# ok folks,,, curious,,, Is this a a good camera and is price good?



## waterspout (May 21, 2004)

http://www.kingwoodyardsales.com/i/50142581


----------



## griz (Jan 9, 2006)

*I'd pass*

That is an XL1 which is very old tech. Tape based firewire is the only way to get the output into your computer. The XL2 was a big improvement. I have one but they are also way out of date. They aren't HD but decent cameras if they will fill your needs. I loved my XL2 it was a really nice camera. No way you can find a HD cam with all the features of the Xl2 anywhere near the price. So if you aren't worried about HD see if you can find an XL2 instead of the XL1. I think you would be much happier. I'd be really leary of the tape mechanism for instance.

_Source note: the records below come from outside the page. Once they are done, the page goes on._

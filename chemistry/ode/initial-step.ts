// The first step's size when the caller gives none: Hairer, Nørsett & Wanner, Solving Ordinary
// Differential Equations I (2nd ed., Springer 1993), §II.4 "Starting Step Size", as in their codes.
import type { Derivative } from './types';

function scaledNorm(v: ArrayLike<number>, scale: number[], n: number): number {
	let sum = 0;
	for (let i = 0; i < n; i++) {
		const e = v[i] / scale[i];
		sum += e * e;
	}
	return Math.sqrt(sum / n);
}

/**
 * A first step for a method whose error estimate goes as h^`errorOrder`, from one explicit Euler
 * step: f(t, y) is `f0` (a copy). Uses one evaluation; never more than `maxStep`.
 */
export function chooseInitialStep(
	f: Derivative,
	t: number,
	y: number[],
	f0: number[],
	options: { absoluteTolerance: number; relativeTolerance: number; errorOrder: number },
	maxStep: number,
	work: number[]
): number {
	const n = y.length;
	const scale = new Array<number>(n);
	for (let i = 0; i < n; i++) {
		scale[i] = options.absoluteTolerance + options.relativeTolerance * Math.abs(y[i]);
	}
	const d0 = scaledNorm(y, scale, n);
	const d1 = scaledNorm(f0, scale, n);
	let h0 = d0 < 1e-5 || d1 < 1e-5 ? 1e-6 : 0.01 * (d0 / d1);
	h0 = Math.min(h0, maxStep);
	for (let i = 0; i < n; i++) work[i] = y[i] + h0 * f0[i];
	const f1 = f(t + h0, work);
	let sum = 0;
	for (let i = 0; i < n; i++) {
		const e = (f1[i] - f0[i]) / scale[i];
		sum += e * e;
	}
	const d2 = Math.sqrt(sum / n) / h0;
	const largest = Math.max(d1, d2);
	const h1 =
		largest <= 1e-15 ? Math.max(1e-6, h0 * 1e-3) : Math.pow(0.01 / largest, 1 / options.errorOrder);
	const h = Math.min(100 * h0, h1, maxStep);
	return Number.isFinite(h) && h > 0 ? h : Math.min(1e-6, maxStep);
}
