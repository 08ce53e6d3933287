import { listAuditActions, listAuditEvents } from '$lib/server/audit';
import { requirePermission } from '$lib/server/guard';
import { pageFrom } from '$lib/server/paging';
import type { PageServerLoad } from './$types';

const PAGE_SIZE = 50;

function dateParam(
	url: URL,
	name: string,
	endOfDay: boolean
): { value: string; date?: Date; error?: string } {
	const value = url.searchParams.get(name) ?? '';
	if (!value) return { value };
	const date = new Date(`${value}T${endOfDay ? '23:59:59.999' : '00:00:00'}Z`);
	if (!/^\d{4}-\d{2}-\d{2}$/.test(value) || Number.isNaN(date.getTime())) {
		return { value, error: `“${value}” is not a date (use YYYY-MM-DD); this filter is ignored.` };
	}
	return { value, date };
}

export const load: PageServerLoad = async ({ url }) => {
	requirePermission('admin.audit');
	const page = pageFrom(url);
	const action = url.searchParams.get('action') ?? '';
	const actor = url.searchParams.get('actor') ?? '';
	const from = dateParam(url, 'from', false);
	const to = dateParam(url, 'to', true);
	const { rows, total } = listAuditEvents({
		action: action || undefined,
		actor: actor || undefined,
		from: from.date,
		to: to.date,
		page,
		pageSize: PAGE_SIZE
	});
	return {
		rows,
		total,
		page,
		pageSize: PAGE_SIZE,
		actions: listAuditActions(),
		filter: { action, actor, from: from.value, to: to.value },
		filterErrors: [from.error, to.error].filter((e): e is string => Boolean(e))
	};
};
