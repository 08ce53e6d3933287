import { requireComponentEditor } from '$lib/server/components/access';
import { importComponentCsv, previewComponentCsv } from '$lib/server/components/csv';
import { confirmStep, previewStep } from '$lib/server/csv-actions';
import type { Actions, PageServerLoad } from './$types';

export const load: PageServerLoad = async () => {
	requireComponentEditor();
	return {};
};

export const actions: Actions = {
	preview: async ({ request }) => {
		requireComponentEditor();
		return previewStep(await request.formData(), previewComponentCsv);
	},
	confirm: async ({ request }) => {
		const actor = requireComponentEditor();
		return confirmStep(
			await request.formData(),
			(text) => importComponentCsv(actor, text),
			(count) => `${count} component${count === 1 ? '' : 's'} added to the library.`
		);
	}
};
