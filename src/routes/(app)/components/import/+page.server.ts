import { requireActor, requirePermission } from '$lib/server/guard';
import { importComponentCsv, previewComponentCsv } from '$lib/server/components/csv';
import { confirmStep, previewStep } from '$lib/server/csv-actions';
import type { Actions, PageServerLoad } from './$types';

export const load: PageServerLoad = async () => {
	requirePermission('component.edit');
	return {};
};

export const actions: Actions = {
	preview: async ({ request }) => {
		requirePermission('component.edit');
		return previewStep(await request.formData(), previewComponentCsv);
	},
	confirm: async ({ request }) => {
		const actor = requireActor('component.edit');
		return confirmStep(
			await request.formData(),
			(text) => importComponentCsv(actor, text),
			(count) => `${count} component${count === 1 ? '' : 's'} added to the library.`
		);
	}
};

And that is the only way to record with them.

Griz


----------



## pknight6 (Nov 8, 2014)

waterspout said:


> http://www.kingwoodyardsales.com/i/50142581


That was an expensive camera back in its day, but its day was a long time ago. Here is some info.

http://www.dpreview.com/forums/thread/3490115


----------



## Chuck06R1 (Apr 7, 2015)

This is what I'm probably going to drop my money on:

http://discountcamerashop.com/index...uct&product_id=16822&language=en&currency=USD


----------